Task goal |
Reproduce, with no alteration, the span of lines that begins at the line containing "plant_init(&rig, &p);" and ends at the last line of the records, both ends included, and nothing else.
-------- Given information
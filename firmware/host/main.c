/* The Linux host port: the portable core as a device on a pseudo-terminal, with a small
 * cart-pendulum model behind port.h, paced in real time by clock_nanosleep, or in lockstep with
 * the host (lockstep=1; PROTOCOL.md section 8.4) so whole sessions run at the host's speed. It
 * declares CAP_SIMULATED: the physics behind the port is a model. The core is the one a board
 * runs, unchanged.
 *
 * Usage: poise-fw-host name=value ...   (the rig's values, e.g. from configs/kestrel-1.toml:
 * device_id, sample_rate_hz, cart_counts_per_m, pendulum_counts_per_rev, track_length_m,
 * switch_inset_m, drive_limit, drive_kind (voltage|force), cart_mass_kg, pendulum_mass_kg,
 * com_distance_m, inertia_com_kgm2, cart_viscous, cart_coulomb_n, pivot_viscous, kt,
 * resistance_ohm, gear_ratio, pulley_radius_m, rotor_inertia_kgm2, dead_band; lockstep 0|1).
 * Prints "firmware rig <id> (<real time|lockstep>, <rate> Hz) ready: connect to <pty path>" on
 * stdout, then runs until SIGINT/SIGTERM. Every latched fault is logged on stderr with its t_us. */
#define _DEFAULT_SOURCE /* cfmakeraw, M_PI on glibc */
#define _XOPEN_SOURCE 600 /* posix_openpt, grantpt, unlockpt, ptsname */
#include <errno.h>
#include <fcntl.h>
#include <math.h>
#include <poll.h>
#include <signal.h>
#include <stdio.h>
#include <stdlib.h>
#include <string.h>
#include <termios.h>
#include <time.h>
#include <unistd.h>

#include "device.h"
#include "plant.h"
#include "port.h"

#define TICK_NS 100000L /* 100 us: the model's step and the core's polling period */
#define LOCKSTEP_GRACE_NS 500000000L /* host silence before lockstep falls back to real time */

static plant rig;
static int pty_fd = -1;
static uint64_t model_ticks; /* TICK_NS steps of the model since power-up: the rig's clock */
static float drive_now;
static double counts_per_m;
static unsigned counts_per_rev;
static volatile sig_atomic_t stopping;
static int lockstep, free_running;
static uint16_t faults_seen;

/* The model's time, not the wall clock's: a board's timer and its physics never disagree, and
 * a sample taken while this process catches up after being descheduled must read the cart where
 * the model has it at that sample's t_us (a wall-clock t_us let a sample see a model that had
 * not yet moved, and the host saw the encoder jump). The loop below keeps it in step with real
 * time whenever the machine lets it. */
uint64_t port_time_us(void) { return model_ticks * (uint64_t)TICK_NS / 1000u; }

int32_t port_cart_counts(void) { return (int32_t)floor(rig.x * counts_per_m + 0.5); }
int32_t port_pendulum_counts(void)
{
    return (int32_t)floor((rig.th - M_PI) * counts_per_rev / (2.0 * M_PI) + 0.5);
}
void port_set_drive(float drive) { drive_now = drive; }
uint8_t port_switches(void)
{
    double trip = rig.p.track_length_m / 2.0 - rig.p.switch_inset_m;
    return (uint8_t)((rig.x <= -trip ? SW_LIMIT_NEG : 0u) | (rig.x >= trip ? SW_LIMIT_POS : 0u) |
                     (rig.end_stop ? SW_END_STOP : 0u));
}
int port_estop_pressed(void) { return 0; }
float port_motor_current_a(void) { return NAN; }
float port_supply_v(void) { return NAN; }
int port_driver_fault(void) { return 0; }

size_t port_serial_read(uint8_t *buf, size_t cap)
{
    ssize_t n = read(pty_fd, buf, cap);
    return n > 0 ? (size_t)n : 0;
}

size_t port_serial_write(const uint8_t *buf, size_t n)
{
    ssize_t w = write(pty_fd, buf, n);
    return w > 0 ? (size_t)w : 0;
}

/* Each fault the core latches, on stderr with the model's t_us and the last time the host fed
 * the watchdog (so a test reads the watchdog's reaction on the firmware's own clock). */
static void log_new_faults(const poise_device *d)
{
    static const struct { uint16_t bit; const char *name; } names[] = {
        {F_WATCHDOG, "F_WATCHDOG"}, {F_DRIVER, "F_DRIVER"}, {F_SUPPLY, "F_SUPPLY"},
        {F_RESET, "F_RESET"}, {F_ESTOP, "F_ESTOP"}};
    uint16_t fresh = (uint16_t)(d->faults & ~faults_seen);
    for (size_t i = 0; i < sizeof names / sizeof names[0]; i++)
        if (fresh & names[i].bit)
            fprintf(stderr, "firmware latched %s at t_us %llu (host last fed the watchdog at t_us "
                            "%llu; drive now %g)\n", names[i].name,
                    (unsigned long long)port_time_us(), (unsigned long long)d->last_feed_us,
                    (double)drive_now);
    faults_seen = d->faults;
}

static void on_signal(int signum) { (void)signum; stopping = 1; }

/* Lockstep (PROTOCOL.md section 8.4): the model stops short of each sample instant until the
 * Drive answering the previous sample has arrived; after LOCKSTEP_GRACE_NS of host silence the
 * port paces in real time (so the watchdog trips in device time) until a Drive comes again. */
static int awaiting_drive(const poise_device *d)
{
    return d->configured && d->sample_seq >= 0 && !d->has_pending && !free_running &&
           port_time_us() + TICK_NS / 1000 >= d->next_sample_us;
}

static long elapsed_ns(const struct timespec *since)
{
    struct timespec now;
    clock_gettime(CLOCK_MONOTONIC, &now);
    return (now.tv_sec - since->tv_sec) * 1000000000L + (now.tv_nsec - since->tv_nsec);
}

/* Read the host's frames (the model's time stands still) until a Drive arrives or the grace
 * period passes; then real-time pacing resumes from now (next). */
static void wait_for_host(poise_device *d, struct timespec *next)
{
    struct timespec since;
    clock_gettime(CLOCK_MONOTONIC, &since);
    while (!stopping && !d->has_pending) {
        struct pollfd readable = {pty_fd, POLLIN, 0};
        long left_ns = LOCKSTEP_GRACE_NS - elapsed_ns(&since);
        if (left_ns <= 0) {
            free_running = 1;
            break;
        }
        poll(&readable, 1, (int)(left_ns / 1000000L) + 1);
        poise_device_step(d);
        log_new_faults(d);
    }
    clock_gettime(CLOCK_MONOTONIC, next);
}

static int set_param(const char *name, const char *value, poise_identity *id, plant_params *p)
{
    char *end;
    double v = strtod(value, &end);
    struct { const char *name; double *field; } numbers[] = {
        {"cart_mass_kg", &p->cart_mass_kg}, {"pendulum_mass_kg", &p->pendulum_mass_kg},
        {"com_distance_m", &p->com_distance_m}, {"inertia_com_kgm2", &p->inertia_com_kgm2},
        {"cart_viscous", &p->cart_viscous}, {"cart_coulomb_n", &p->cart_coulomb_n},
        {"pivot_viscous", &p->pivot_viscous}, {"track_length_m", &p->track_length_m},
        {"switch_inset_m", &p->switch_inset_m}, {"kt", &p->kt},
        {"resistance_ohm", &p->resistance_ohm}, {"gear_ratio", &p->gear_ratio},
        {"pulley_radius_m", &p->pulley_radius_m}, {"rotor_inertia_kgm2", &p->rotor_inertia_kgm2},
        {"dead_band", &p->dead_band}, {"cart_counts_per_m", &counts_per_m},
    };
    if (strcmp(name, "device_id") == 0) {
        if (strlen(value) < 1 || strlen(value) > PW_DEVICE_ID_BYTES)
            return 0;
        strcpy(id->device_id, value);
        return 1;
    }
    if (strcmp(name, "lockstep") == 0) {
        lockstep = strcmp(value, "1") == 0;
        if (lockstep)
            id->capabilities |= CAP_LOCKSTEP;
        return lockstep || strcmp(value, "0") == 0;
    }
    if (strcmp(name, "drive_kind") == 0) {
        p->voltage_drive = strcmp(value, "voltage") == 0;
        id->drive_kind = p->voltage_drive ? 0 : 1;
        return p->voltage_drive || strcmp(value, "force") == 0;
    }
    if (*end != '\0' || end == value)
        return 0;
    if (strcmp(name, "sample_rate_hz") == 0 && v >= 1 && v <= 10000) {
        id->max_sample_rate_hz = (uint16_t)v;
        return 1;
    }
    if (strcmp(name, "pendulum_counts_per_rev") == 0 && v >= 1) {
        counts_per_rev = (unsigned)v;
        return 1;
    }
    if (strcmp(name, "drive_limit") == 0 && v > 0) {
        id->drive_limit = (float)v;
        return 1;
    }
    for (size_t i = 0; i < sizeof numbers / sizeof numbers[0]; i++)
        if (strcmp(name, numbers[i].name) == 0 && v >= 0) {
            *numbers[i].field = v;
            return 1;
        }
    return 0;
}

static int open_pty(void)
{
    struct termios tio;
    int slave;
    pty_fd = posix_openpt(O_RDWR | O_NOCTTY);
    if (pty_fd < 0 || grantpt(pty_fd) || unlockpt(pty_fd))
        return 0;
    /* Raw mode on the slave side, and one slave fd kept open so the master never reads EIO
     * while no host has the port open. */
    slave = open(ptsname(pty_fd), O_RDWR | O_NOCTTY);
    if (slave < 0 || tcgetattr(slave, &tio))
        return 0;
    cfmakeraw(&tio);
    tcsetattr(slave, TCSANOW, &tio);
    return fcntl(pty_fd, F_SETFL, O_NONBLOCK) == 0;
}

int main(int argc, char **argv)
{
    static poise_device dev;
    poise_identity id = {"host-rig", 1, 0, 0, 500, 0, 0, 0, 12.0f, 0,
                         CAP_LIMIT_SWITCHES | CAP_SIMULATED, 0.0f, 0.0f};
    plant_params p = {0};
    struct timespec next;
    p.gravity = 9.81;
    counts_per_m = 40000;
    counts_per_rev = 4096;
    p.gear_ratio = 1;
    p.pulley_radius_m = 0.01;
    p.resistance_ohm = 1;
    for (int i = 1; i < argc; i++) {
        char name[64];
        const char *eq = strchr(argv[i], '=');
        if (!eq || (size_t)(eq - argv[i]) >= sizeof name) {
            fprintf(stderr, "poise-fw-host: argument %d '%s' is not name=value\n", i, argv[i]);
            return 2;
        }
        memcpy(name, argv[i], (size_t)(eq - argv[i]));
        name[eq - argv[i]] = 0;
        if (!set_param(name, eq + 1, &id, &p)) {
            fprintf(stderr, "poise-fw-host: argument %d: bad or unknown %s=%s\n", i, name, eq + 1);
            return 2;
        }
    }
    id.cart_counts_per_m = (float)counts_per_m;
    id.pendulum_counts_per_rev = counts_per_rev;
    id.track_length_m = (float)p.track_length_m;
    if (p.cart_mass_kg <= 0 || p.pendulum_mass_kg <= 0 || p.com_distance_m <= 0 ||
        p.track_length_m <= 0) {
        fprintf(stderr, "poise-fw-host: cart_mass_kg, pendulum_mass_kg, com_distance_m and "
                        "track_length_m must be given and > 0\n");
        return 2;
    }
    if (!open_pty()) {
        fprintf(stderr, "poise-fw-host: cannot open a pseudo-terminal: %s\n", strerror(errno));
        return 1;
    }
    signal(SIGINT, on_signal);
    signal(SIGTERM, on_signal);
    plant_init(&rig, &p);
    clock_gettime(CLOCK_MONOTONIC, &next);
    poise_device_init(&dev, &id);
    faults_seen = dev.faults;
    printf("firmware rig %s (%s, %u Hz) ready: connect to %s\n", id.device_id,
           lockstep ? "lockstep" : "real time", id.max_sample_rate_hz, ptsname(pty_fd));
    fflush(stdout);
    while (!stopping) {
        if (free_running && dev.has_pending)
            free_running = 0; /* the host is back: lockstep again */
        if (lockstep && awaiting_drive(&dev)) {
            wait_for_host(&dev, &next);
            continue;
        }
        if (!lockstep || free_running) {
            next.tv_nsec += TICK_NS;
            if (next.tv_nsec >= 1000000000L) {
                next.tv_nsec -= 1000000000L;
                next.tv_sec++;
            }
            clock_nanosleep(CLOCK_MONOTONIC, TIMER_ABSTIME, &next, NULL);
        }
        plant_step(&rig, drive_now, TICK_NS * 1e-9);
        model_ticks++;
        poise_device_step(&dev);
        log_new_faults(&dev);
    }
    return 0;
}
----------------
Solution below |
    plant_init(&rig, &p);
    clock_gettime(CLOCK_MONOTONIC, &next);
    poise_device_init(&dev, &id);
    faults_seen = dev.faults;
    printf("firmware rig %s (%s, %u Hz) ready: connect to %s\n", id.device_id,
           lockstep ? "lockstep" : "real time", id.max_sample_rate_hz, ptsname(pty_fd));
    fflush(stdout);
    while (!stopping) {
        if (free_running && dev.has_pending)
            free_running = 0; /* the host is back: lockstep again */
        if (lockstep && awaiting_drive(&dev)) {
            wait_for_host(&dev, &next);
            continue;
        }
        if (!lockstep || free_running) {
            next.tv_nsec += TICK_NS;
            if (next.tv_nsec >= 1000000000L) {
                next.tv_nsec -= 1000000000L;
                next.tv_sec++;
            }
            clock_nanosleep(CLOCK_MONOTONIC, TIMER_ABSTIME, &next, NULL);
        }
        plant_step(&rig, drive_now, TICK_NS * 1e-9);
        model_ticks++;
        poise_device_step(&dev);
        log_new_faults(&dev);
    }
    return 0;
}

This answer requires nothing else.